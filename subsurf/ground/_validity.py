"""Private helpers shared by the soil modules: one validity warning per call."""

from __future__ import annotations

import warnings

import numpy as np

from ..errors import InputError, ModelRangeWarning, check_finite

__all__ = ["warn_validity", "check_density", "PARTICLE_DENSITY_RANGE", "BULK_DENSITY_RANGE"]

#: Accepted particle (grain) density, kg/m³: organic matter (~1400) to magnetite (~5200),
#: with room either side (from memory).  Values near 2.65 are g/cm³ given by mistake.
PARTICLE_DENSITY_RANGE = (1000.0, 6000.0)
#: Accepted dry bulk density, kg/m³: loose peat (tens of kg/m³) to dense rock; anything
#: below 10 is a g/cm³ value (1.2-2.0 for mineral soils) given by mistake.
BULK_DENSITY_RANGE = (10.0, 3000.0)


def check_density(name: str, value, low: float, high: float) -> np.ndarray:
    """Return ``value`` (kg/m³) as a float array, refusing values outside [low, high].

    Guards against the commonest unit slip of soil descriptions: a density in g/cm³
    (e.g. 1.5) where kg/m³ (1500) is expected.
    """
    arr = check_finite(name, value)
    outside = (arr < low) | (arr > high)
    if np.any(outside):
        bad = arr[outside].ravel()[0]
        hint = f"; in g/cm³ that would be {bad:.6g} g/cm³ = {bad * 1000:.6g} kg/m³" if bad < 10 else ""
        raise InputError(f"{name} must be between {low:g} and {high:g} kg/m³, got {bad:.6g}{hint}")
    return arr


def warn_validity(model: str, checks, *, stacklevel: int = 3) -> bool:
    """Issue at most one :class:`ModelRangeWarning` naming every parameter outside its range.

    Parameters
    ----------
    model : str
        Model name with its reference, e.g. ``"Peplinski et al. (1995)"``.
    checks : iterable of (name, value, low, high, unit)
        Published validity interval of each parameter; ``value`` may be an array.
    stacklevel : int
        Passed to :func:`warnings.warn`; 3 points at the caller of the public function.

    Returns
    -------
    bool
        True when a warning was issued.
    """
    parts = []
    for name, value, low, high, unit in checks:
        arr = np.asarray(value, dtype=float)
        finite = arr[np.isfinite(arr)]
        outside = (finite < low) | (finite > high)
        if finite.size and np.any(outside):
            lo, hi = float(finite[outside].min()), float(finite[outside].max())
            got = f"{lo:.4g}" if lo == hi else f"{lo:.4g} to {hi:.4g}"
            u = f" {unit}" if unit else ""
            parts.append(f"{name} = {got}{u} (valid {low:g} to {high:g}{u})")
    if parts:
        warnings.warn(
            f"{model}: {'; '.join(parts)} is outside the published validity range; "
            "results are extrapolated",
            ModelRangeWarning,
            stacklevel=stacklevel,
        )
        return True
    return False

ACTIVITY: For the string "from", find every line of the material that contains it, and copy each one.

TASK RESULT:
from __future__ import annotations
from ..errors import InputError, ModelRangeWarning, check_finite
#: with room either side (from memory).  Values near 2.65 are g/cm³ given by mistake.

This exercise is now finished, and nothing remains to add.